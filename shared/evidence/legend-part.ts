import { CATEGORIES, type Category } from '../damage/categories.ts';
import { capital } from '../presentation/capital.ts';
import { formatCount } from '../presentation/format-number.ts';
import { lineHeight, stacked, wordsPart, type ColumnPart, type ColumnPen } from './column-part.ts';
import { boxMark, lineMark, type Mark, type Spot, type Stroke } from './marks.ts';

const [SWATCH, TALL, ROW] = [14, 6.4, 8.2];

function ringOf([x, y]: Spot, wide: number, tall: number): Spot[] {
  return [[x, y], [x + wide, y], [x + wide, y + tall], [x, y + tall]]; // prettier-ignore
}

/** A category with its swatch, its number, its name and how many buildings of the sheet it has. */
function categoryRow({ width, scale }: ColumnPen, category: Category, count: number): ColumnPart {
  const facts = CATEGORIES[category];
  const [wide, tall] = [SWATCH * scale, TALL * scale];
  const base = (ROW * scale) / 2 + 1;
  const words = (
    text: string,
    x: number,
    y: number,
    more: Partial<Mark & { kind: 'words' }>,
  ): Mark => ({
    ...{ kind: 'words', words: text, at: [x, y], size: 8 * scale },
    ...more,
  });
  return {
    height: ROW * scale,
    marks: ([x, y]) => [
      { kind: 'toned', tone: { by: 'category', number: category }, rings: [ringOf([x, y + 0.8], wide, tall)] },
      words(facts?.label ?? '', x + wide + 3, y + base, { size: 10 * scale, isStrong: true }),
      words(capital(facts?.name ?? ''), x + wide + 15 * scale, y + base, {}),
      words(formatCount(count), x + width, y + base, { anchor: 'end', isStrong: true }),
    ],
  };
}

type Sign = { readonly words: string; readonly marks: (at: Spot) => Mark[] };

function lineSign(words: string, stroke: Stroke, wide: number): Sign {
  return { words, marks: ([x, y]) => [lineMark([[x, y], [x + wide, y]], stroke)] }; // prettier-ignore
}

function signsOf(wide: number): Sign[] {
  return [
    lineSign('Central settlement, mm', { ink: 'contour', width: 0.25 }, wide),
    lineSign('10 mm', { ink: 'contour', width: 0.5 }, wide),
    {
      words: 'Drive: axis and edges',
      marks: ([x, y]) => [
        lineMark([[x, y], [x + wide, y]], { ink: 'ink', width: 0.4, dash: [3, 1, 0.6, 1] }), // prettier-ignore
        lineMark([[x, y - 1], [x + wide, y - 1]], { ink: 'ink', width: 0.2, dash: [0.3, 0.6] }), // prettier-ignore
        lineMark([[x, y + 1], [x + wide, y + 1]], { ink: 'ink', width: 0.2, dash: [0.3, 0.6] }), // prettier-ignore
      ],
    },
    {
      words: 'Let go at stage 1, or not worked out',
      marks: ([x, y]) => [
        boxMark(
          { left: x, right: x + wide, top: y - 1.3, bottom: y + 1.3 },
          { stroke: { ink: 'buildingEdge', width: 0.2 } },
        ),
      ],
    },
  ];
}

function signRow({ scale }: ColumnPen, { words, marks }: Sign, wide: number): ColumnPart {
  const height = lineHeight(8 * scale) * 1.15;
  return {
    height,
    marks: ([x, y]) => [
      ...marks([x, y + height / 2]),
      { kind: 'words', words, at: [x + wide + 3, y + height * 0.68], size: 8 * scale },
    ],
  };
}

/**
 * The legend: every category with how many buildings of the sheet it has, then the signs of the plan.
 *
 * Units: mm. Valid: counts by category, 0 to 4. Source: [own].
 */
export function legendPart(pen: ColumnPen, title: string, counts: readonly number[]): ColumnPart {
  const wide = SWATCH * pen.scale;
  return stacked([
    wordsPart(pen, title, { size: 9.5, isStrong: true }),
    wordsPart(pen, 'Buildings that reach into this sheet are counted at the right.', {
      ...{ size: 7, ink: 'second' },
    }),
    { height: 1, marks: () => [] },
    ...CATEGORIES.map(({ category }) => categoryRow(pen, category, counts[category] ?? 0)),
    { height: 1.5, marks: () => [] },
    ...signsOf(wide).map((sign) => signRow(pen, sign, wide)),
  ]);
}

*Assignment:*
Output nothing but the lines from the one containing "y + height /" through the last line of the data, exactly as they stand.

*Result for this exercise:*
      ...marks([x, y + height / 2]),
      { kind: 'words', words, at: [x + wide + 3, y + height * 0.68], size: 8 * scale },
    ],
  };
}

/**
 * The legend: every category with how many buildings of the sheet it has, then the signs of the plan.
 *
 * Units: mm. Valid: counts by category, 0 to 4. Source: [own].
 */
export function legendPart(pen: ColumnPen, title: string, counts: readonly number[]): ColumnPart {
  const wide = SWATCH * pen.scale;
  return stacked([
    wordsPart(pen, title, { size: 9.5, isStrong: true }),
    wordsPart(pen, 'Buildings that reach into this sheet are counted at the right.', {
      ...{ size: 7, ink: 'second' },
    }),
    { height: 1, marks: () => [] },
    ...CATEGORIES.map(({ category }) => categoryRow(pen, category, counts[category] ?? 0)),
    { height: 1.5, marks: () => [] },
    ...signsOf(wide).map((sign) => signRow(pen, sign, wide)),
  ]);
}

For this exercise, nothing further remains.